→ TASK GOAL: Show the lines below where "void" occurs.

:: MATERIAL SUPPLIED

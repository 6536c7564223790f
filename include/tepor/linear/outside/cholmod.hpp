#pragma once
// CHOLMOD as a LinearSolver, for programs that link it themselves. Not part of <tepor/tepor.hpp>; empty where its header
// is not found.

#if __has_include(<cholmod.h>)
#include <cholmod.h>
#define TEPOR_HAS_CHOLMOD 1
#elif __has_include(<suitesparse/cholmod.h>)
#include <suitesparse/cholmod.h>
#define TEPOR_HAS_CHOLMOD 1
#endif

#if defined(TEPOR_HAS_CHOLMOD)

#include <tepor/base/point.hpp>
#include <tepor/linear/sparse_matrix.hpp>
#include <vector>

namespace tepor {

/// Cholesky factor of CHOLMOD with approximate minimum degree.
class CholmodSolver {
  public:
    CholmodSolver() {
        cholmod_start(&common_);
        common_.print = 0;
        common_.nmethods = 1;
        common_.method[0].ordering = CHOLMOD_AMD;
        common_.postorder = 1;
    }
    CholmodSolver(const CholmodSolver&) = delete;
    CholmodSolver& operator=(const CholmodSolver&) = delete;
    CholmodSolver(CholmodSolver&& other) noexcept : CholmodSolver() {
        size_ = other.size_;
    } // handed on before analyze()
    ~CholmodSolver() {
        release();
        cholmod_finish(&common_);
    }

    void analyze(const SparseMatrix& pattern, Index n, const Point* = nullptr) {
        release();
        size_ = n;
        if (n == 0) return;
        cholmod_sparse view = view_of(pattern);
        factor_ = cholmod_analyze(&view, &common_);
    }

    [[nodiscard]] bool factor(const SparseMatrix& matrix) {
        singular_row_ = -1;
        if (size_ == 0) return true;
        cholmod_sparse view = view_of(matrix);
        cholmod_factorize(&view, factor_, &common_);
        if (common_.status == CHOLMOD_OK) return true;
        singular_row_ = static_cast<const int*>(factor_->Perm)[factor_->minor < factor_->n ? factor_->minor : 0];
        return false;
    }

    void solve(double* b) {
        if (size_ == 0) return;
        cholmod_dense right{};
        right.nrow = right.d = right.nzmax = detail::as_size(size_);
        right.ncol = 1;
        right.x = b;
        right.xtype = CHOLMOD_REAL;
        right.dtype = CHOLMOD_DOUBLE;
        cholmod_solve2(CHOLMOD_A, factor_, &right, nullptr, &solution_, nullptr, &work_y_, &work_e_, &common_);
        const double* x = static_cast<const double*>(solution_->x);
        for (Index i = 0; i < size_; ++i) b[i] = x[i];
    }

    [[nodiscard]] Index singular_row() const noexcept { return singular_row_; }

  private:
    // The lower triangle by rows is the upper triangle by columns.
    cholmod_sparse view_of(const SparseMatrix& matrix) const {
        cholmod_sparse view{};
        view.nrow = view.ncol = detail::as_size(size_);
        view.nzmax = detail::as_size(matrix.start[detail::as_size(size_)]);
        view.p = const_cast<Id*>(matrix.start.data());
        view.i = const_cast<Id*>(matrix.column.data());
        view.x = const_cast<double*>(matrix.lower.data());
        view.stype = 1;
        view.itype = CHOLMOD_INT;
        view.xtype = CHOLMOD_REAL;
        view.dtype = CHOLMOD_DOUBLE;
        view.sorted = 1;
        view.packed = 1;
        return view;
    }

    void release() {
        cholmod_free_factor(&factor_, &common_);
        cholmod_free_dense(&solution_, &common_);
        cholmod_free_dense(&work_y_, &common_);
        cholmod_free_dense(&work_e_, &common_);
    }

    cholmod_common common_{};
    cholmod_factor* factor_ = nullptr;
    cholmod_dense* solution_ = nullptr;
    cholmod_dense* work_y_ = nullptr;
    cholmod_dense* work_e_ = nullptr;
    Index size_ = 0;
    Index singular_row_ = -1;
};

} // namespace tepor

#endif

::::

→ ANSWER SECTION:
    void analyze(const SparseMatrix& pattern, Index n, const Point* = nullptr) {
    void solve(double* b) {
    void release() {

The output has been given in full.